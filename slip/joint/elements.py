"""What the file says of a finite-element model whose contact is to be set or judged."""

from __future__ import annotations

from slip.base.records import record

FORMS = ("per_area", "per_node", "elastic_slip", "edge_fraction", "of_normal")


@record
class Elements:
    """[finite_elements], in inside units; None where the file is silent and nothing may be taken for it.

    purpose: "stick" or "interface", None for both. present: form, one of FORMS, and value of the tangential stiffness in use:
    per_area [N/mm^3], per_node of a node inside the face [N/mm], elastic_slip at the limit traction [mm], edge_fraction: that slip
    over the element's edge, of_normal: part of the normal stiffness. present_normal [N/mm^3]. friction: of the model. element_size:
    edge in the face of the upper and the lower body [mm]; element_depth: edge normal to the face [mm]; element_order 1 or 2;
    dimension 2 or 3, width [mm] of a model in two dimensions. unknowns: of the model. steps_per_cycle: load steps of a cycle.
    scheme: "implicit" or "explicit"; precision: "double" or "single".
    """

    purpose: str | None
    present: tuple[str, float] | None
    present_normal: float | None
    friction: float | None
    element_size: tuple[float, float] | None
    element_depth: float | None
    element_order: int
    dimension: int
    width: float | None
    unknowns: float | None
    steps_per_cycle: int | None
    scheme: str
    precision: str
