"""A pressed contact: two bodies, a profile, a normal force, loads."""

from __future__ import annotations

from slip.base.notes import Note
from slip.base.records import record
from slip.base.units import System
from slip.joint.joint import Required
from slip.joint.loads import Case
from slip.joint.material import Material
from slip.joint.surface import Interface

SHAPES = ("sphere", "cylinder", "flat", "rounded flat")


@record(eq=False)
class PressedContact:
    """What a file with [contact] says, in inside units.

    shape: one of SHAPES. radius [mm] of the profile, of the edge of a rounded flat, None for a flat. flat_width [mm]: diameter or
    width of the flat part. length [mm]: None for a round contact, else that of a plane one. normal_force [N]; bulk_stress [MPa] in
    the first body along the shear.
    """

    title: str
    system: System
    shape: str
    radius: float | None
    flat_width: float | None
    length: float | None
    normal_force: float
    bulk_stress: float
    bodies: tuple[Material, Material]
    interface: Interface
    required: Required
    cases: tuple[Case, ...]
    assumptions: tuple[Note, ...]
    warnings: tuple[Note, ...]
    digest: str
    file: str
◆ ◆ ◆ ◆ ◆ ◆ ◆
#### Instructions for the task
Write the number of data lines with "rounded", nothing else.

#### Solved problem
2